____ ENTRIES SUPPLIED
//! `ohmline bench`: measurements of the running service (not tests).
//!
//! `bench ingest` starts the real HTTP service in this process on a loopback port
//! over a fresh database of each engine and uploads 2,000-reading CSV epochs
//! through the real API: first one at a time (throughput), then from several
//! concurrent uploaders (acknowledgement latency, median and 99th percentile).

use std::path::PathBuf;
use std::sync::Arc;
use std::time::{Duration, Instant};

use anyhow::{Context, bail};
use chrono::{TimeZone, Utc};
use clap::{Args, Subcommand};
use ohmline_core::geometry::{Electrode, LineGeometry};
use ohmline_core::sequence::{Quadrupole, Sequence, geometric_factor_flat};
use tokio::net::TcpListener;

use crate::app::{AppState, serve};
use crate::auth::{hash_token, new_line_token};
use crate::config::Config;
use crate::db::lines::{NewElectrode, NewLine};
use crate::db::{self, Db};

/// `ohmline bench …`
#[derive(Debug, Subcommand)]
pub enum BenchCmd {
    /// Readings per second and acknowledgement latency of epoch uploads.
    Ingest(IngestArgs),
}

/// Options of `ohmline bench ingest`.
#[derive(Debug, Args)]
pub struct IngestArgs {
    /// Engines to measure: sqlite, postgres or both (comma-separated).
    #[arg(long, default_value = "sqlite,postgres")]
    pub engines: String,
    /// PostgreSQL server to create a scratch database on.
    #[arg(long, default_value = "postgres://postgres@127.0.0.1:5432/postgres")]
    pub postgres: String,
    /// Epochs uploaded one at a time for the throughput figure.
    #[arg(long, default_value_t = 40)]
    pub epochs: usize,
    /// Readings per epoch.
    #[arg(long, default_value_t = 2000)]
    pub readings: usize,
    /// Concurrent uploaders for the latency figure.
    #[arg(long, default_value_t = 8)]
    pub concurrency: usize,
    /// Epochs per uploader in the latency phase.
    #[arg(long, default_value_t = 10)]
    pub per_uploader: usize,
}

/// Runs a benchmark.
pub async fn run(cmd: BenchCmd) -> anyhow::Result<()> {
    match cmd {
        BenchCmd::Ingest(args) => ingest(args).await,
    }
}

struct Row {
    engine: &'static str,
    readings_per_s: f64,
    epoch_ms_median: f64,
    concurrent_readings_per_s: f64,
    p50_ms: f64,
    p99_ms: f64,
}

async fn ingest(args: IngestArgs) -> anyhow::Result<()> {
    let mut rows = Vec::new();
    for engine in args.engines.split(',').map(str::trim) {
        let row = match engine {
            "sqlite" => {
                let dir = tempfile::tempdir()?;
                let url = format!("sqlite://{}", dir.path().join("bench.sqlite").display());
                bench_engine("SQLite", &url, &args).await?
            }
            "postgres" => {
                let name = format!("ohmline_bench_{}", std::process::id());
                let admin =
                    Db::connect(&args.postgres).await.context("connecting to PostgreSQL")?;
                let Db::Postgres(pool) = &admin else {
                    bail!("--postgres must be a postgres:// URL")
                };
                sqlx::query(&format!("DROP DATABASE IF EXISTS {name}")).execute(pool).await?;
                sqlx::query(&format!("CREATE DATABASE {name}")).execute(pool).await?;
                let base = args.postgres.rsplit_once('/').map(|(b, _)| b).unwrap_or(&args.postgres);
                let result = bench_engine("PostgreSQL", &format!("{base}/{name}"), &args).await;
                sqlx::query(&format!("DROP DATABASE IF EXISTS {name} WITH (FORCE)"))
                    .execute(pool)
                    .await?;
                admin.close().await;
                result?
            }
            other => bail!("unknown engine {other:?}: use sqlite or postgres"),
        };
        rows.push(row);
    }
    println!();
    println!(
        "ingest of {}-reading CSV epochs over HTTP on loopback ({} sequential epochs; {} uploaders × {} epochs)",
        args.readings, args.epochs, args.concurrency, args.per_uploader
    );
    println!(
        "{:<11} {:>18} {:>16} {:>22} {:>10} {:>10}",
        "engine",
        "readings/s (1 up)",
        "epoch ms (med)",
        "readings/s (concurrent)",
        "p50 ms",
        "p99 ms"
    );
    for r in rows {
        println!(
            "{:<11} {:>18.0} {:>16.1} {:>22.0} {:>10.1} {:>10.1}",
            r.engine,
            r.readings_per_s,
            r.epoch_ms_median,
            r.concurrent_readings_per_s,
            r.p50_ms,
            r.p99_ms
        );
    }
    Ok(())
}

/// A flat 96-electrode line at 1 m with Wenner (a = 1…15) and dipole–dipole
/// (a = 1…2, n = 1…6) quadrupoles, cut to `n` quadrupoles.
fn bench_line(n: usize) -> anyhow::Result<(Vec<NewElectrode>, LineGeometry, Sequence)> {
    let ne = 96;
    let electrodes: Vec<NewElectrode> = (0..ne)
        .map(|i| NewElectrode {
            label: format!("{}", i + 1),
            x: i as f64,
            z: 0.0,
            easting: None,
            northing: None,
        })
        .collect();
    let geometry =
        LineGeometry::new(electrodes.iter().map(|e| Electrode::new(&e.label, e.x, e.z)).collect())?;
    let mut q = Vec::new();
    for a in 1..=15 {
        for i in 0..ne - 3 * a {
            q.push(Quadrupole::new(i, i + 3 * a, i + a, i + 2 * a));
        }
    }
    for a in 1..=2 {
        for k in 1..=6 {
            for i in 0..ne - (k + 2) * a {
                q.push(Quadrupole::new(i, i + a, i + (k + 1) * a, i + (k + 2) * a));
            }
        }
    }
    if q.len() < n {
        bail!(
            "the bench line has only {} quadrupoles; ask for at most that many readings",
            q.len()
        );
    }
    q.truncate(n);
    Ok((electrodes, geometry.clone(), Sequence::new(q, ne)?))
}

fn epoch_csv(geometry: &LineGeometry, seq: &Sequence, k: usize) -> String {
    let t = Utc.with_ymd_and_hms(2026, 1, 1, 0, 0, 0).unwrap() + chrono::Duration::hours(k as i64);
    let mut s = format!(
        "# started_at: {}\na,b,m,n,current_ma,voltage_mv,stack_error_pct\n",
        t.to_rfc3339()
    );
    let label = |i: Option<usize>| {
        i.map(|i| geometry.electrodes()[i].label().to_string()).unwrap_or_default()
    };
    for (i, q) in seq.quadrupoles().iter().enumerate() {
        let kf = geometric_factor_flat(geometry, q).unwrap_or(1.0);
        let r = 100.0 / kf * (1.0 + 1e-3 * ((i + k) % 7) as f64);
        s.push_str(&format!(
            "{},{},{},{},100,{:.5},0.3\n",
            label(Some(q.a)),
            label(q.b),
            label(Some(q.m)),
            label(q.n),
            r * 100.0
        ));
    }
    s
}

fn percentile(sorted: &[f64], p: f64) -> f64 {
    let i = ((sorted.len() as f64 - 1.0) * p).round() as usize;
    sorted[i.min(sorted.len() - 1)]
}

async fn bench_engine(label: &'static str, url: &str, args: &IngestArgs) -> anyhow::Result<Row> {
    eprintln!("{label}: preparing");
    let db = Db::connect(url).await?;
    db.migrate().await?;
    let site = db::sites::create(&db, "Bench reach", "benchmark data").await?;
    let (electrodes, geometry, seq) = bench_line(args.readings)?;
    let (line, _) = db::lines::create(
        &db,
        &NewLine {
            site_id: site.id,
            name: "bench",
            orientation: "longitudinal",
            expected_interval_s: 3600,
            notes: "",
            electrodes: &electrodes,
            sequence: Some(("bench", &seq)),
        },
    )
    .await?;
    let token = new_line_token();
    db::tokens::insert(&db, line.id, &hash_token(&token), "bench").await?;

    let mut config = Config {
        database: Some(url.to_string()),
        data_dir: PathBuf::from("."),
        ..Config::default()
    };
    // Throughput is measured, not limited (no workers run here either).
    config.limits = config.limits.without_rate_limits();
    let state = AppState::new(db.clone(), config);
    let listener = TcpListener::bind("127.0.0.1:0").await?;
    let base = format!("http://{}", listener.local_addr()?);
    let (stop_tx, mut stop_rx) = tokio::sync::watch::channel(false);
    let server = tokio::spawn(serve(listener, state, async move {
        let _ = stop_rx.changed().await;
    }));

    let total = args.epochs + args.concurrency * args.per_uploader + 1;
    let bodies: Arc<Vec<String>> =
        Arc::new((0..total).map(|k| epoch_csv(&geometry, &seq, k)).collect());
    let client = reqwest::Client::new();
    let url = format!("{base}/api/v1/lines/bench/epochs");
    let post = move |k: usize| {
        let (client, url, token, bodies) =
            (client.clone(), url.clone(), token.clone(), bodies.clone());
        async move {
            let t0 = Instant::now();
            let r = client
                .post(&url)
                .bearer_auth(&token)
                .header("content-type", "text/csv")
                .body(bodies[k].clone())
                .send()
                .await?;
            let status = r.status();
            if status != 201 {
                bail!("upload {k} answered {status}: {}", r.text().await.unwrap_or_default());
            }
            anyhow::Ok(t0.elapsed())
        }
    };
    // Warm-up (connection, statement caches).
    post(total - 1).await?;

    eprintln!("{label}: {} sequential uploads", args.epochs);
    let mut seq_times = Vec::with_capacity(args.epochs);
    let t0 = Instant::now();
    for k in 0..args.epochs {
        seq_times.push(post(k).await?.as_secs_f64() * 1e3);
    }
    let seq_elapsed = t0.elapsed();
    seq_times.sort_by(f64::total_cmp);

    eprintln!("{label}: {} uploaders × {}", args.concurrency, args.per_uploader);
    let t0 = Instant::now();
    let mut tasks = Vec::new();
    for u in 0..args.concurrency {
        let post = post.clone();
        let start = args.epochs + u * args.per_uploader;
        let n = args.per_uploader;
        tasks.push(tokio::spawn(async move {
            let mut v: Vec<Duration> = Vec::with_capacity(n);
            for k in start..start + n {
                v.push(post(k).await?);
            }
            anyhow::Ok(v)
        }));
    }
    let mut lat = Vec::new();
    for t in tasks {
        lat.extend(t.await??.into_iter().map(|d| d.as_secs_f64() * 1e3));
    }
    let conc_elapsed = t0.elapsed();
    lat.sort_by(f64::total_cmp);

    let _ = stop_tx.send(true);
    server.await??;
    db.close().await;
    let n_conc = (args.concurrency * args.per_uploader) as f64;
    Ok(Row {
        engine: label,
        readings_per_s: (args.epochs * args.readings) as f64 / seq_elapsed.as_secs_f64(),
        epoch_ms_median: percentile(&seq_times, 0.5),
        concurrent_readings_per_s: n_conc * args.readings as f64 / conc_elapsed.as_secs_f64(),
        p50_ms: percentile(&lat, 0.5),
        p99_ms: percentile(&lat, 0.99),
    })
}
________
If a line in the records above includes the string "site", copy it.

    let site = db::sites::create(&db, "Bench reach", "benchmark data").await?;
            site_id: site.id,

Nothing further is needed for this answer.